* Task instructions
State the count of lines below featuring the word "export", and write nothing further.

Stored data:
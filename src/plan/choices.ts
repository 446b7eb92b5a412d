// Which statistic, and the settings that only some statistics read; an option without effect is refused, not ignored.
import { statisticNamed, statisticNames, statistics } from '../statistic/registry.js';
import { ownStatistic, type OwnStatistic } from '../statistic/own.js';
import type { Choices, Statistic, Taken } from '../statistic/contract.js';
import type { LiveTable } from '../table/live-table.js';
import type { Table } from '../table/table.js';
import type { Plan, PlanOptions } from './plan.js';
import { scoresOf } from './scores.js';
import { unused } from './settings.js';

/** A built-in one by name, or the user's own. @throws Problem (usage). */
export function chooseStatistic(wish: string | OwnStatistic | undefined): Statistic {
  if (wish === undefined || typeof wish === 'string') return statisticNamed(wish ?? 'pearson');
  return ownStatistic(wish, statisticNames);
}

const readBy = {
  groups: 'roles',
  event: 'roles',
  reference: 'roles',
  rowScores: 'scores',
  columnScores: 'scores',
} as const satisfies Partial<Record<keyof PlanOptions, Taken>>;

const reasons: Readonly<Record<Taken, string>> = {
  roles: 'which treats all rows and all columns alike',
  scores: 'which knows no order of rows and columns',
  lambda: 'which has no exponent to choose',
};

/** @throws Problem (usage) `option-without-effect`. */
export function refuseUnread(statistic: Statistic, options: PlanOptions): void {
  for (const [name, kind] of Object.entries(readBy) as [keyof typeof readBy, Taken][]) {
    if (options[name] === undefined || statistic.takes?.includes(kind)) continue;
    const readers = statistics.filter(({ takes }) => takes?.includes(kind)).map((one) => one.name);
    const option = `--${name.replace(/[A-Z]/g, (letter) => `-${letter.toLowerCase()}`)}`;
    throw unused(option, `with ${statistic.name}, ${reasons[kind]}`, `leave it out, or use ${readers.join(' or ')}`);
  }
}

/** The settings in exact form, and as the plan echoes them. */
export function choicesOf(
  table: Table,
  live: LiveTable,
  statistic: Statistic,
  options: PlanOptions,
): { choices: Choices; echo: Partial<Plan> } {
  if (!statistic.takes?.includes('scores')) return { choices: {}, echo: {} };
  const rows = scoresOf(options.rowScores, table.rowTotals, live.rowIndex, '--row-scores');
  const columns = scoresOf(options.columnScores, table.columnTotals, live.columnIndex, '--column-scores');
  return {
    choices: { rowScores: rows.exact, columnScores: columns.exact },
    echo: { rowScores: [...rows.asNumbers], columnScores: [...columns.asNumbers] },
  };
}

* Worked solution
3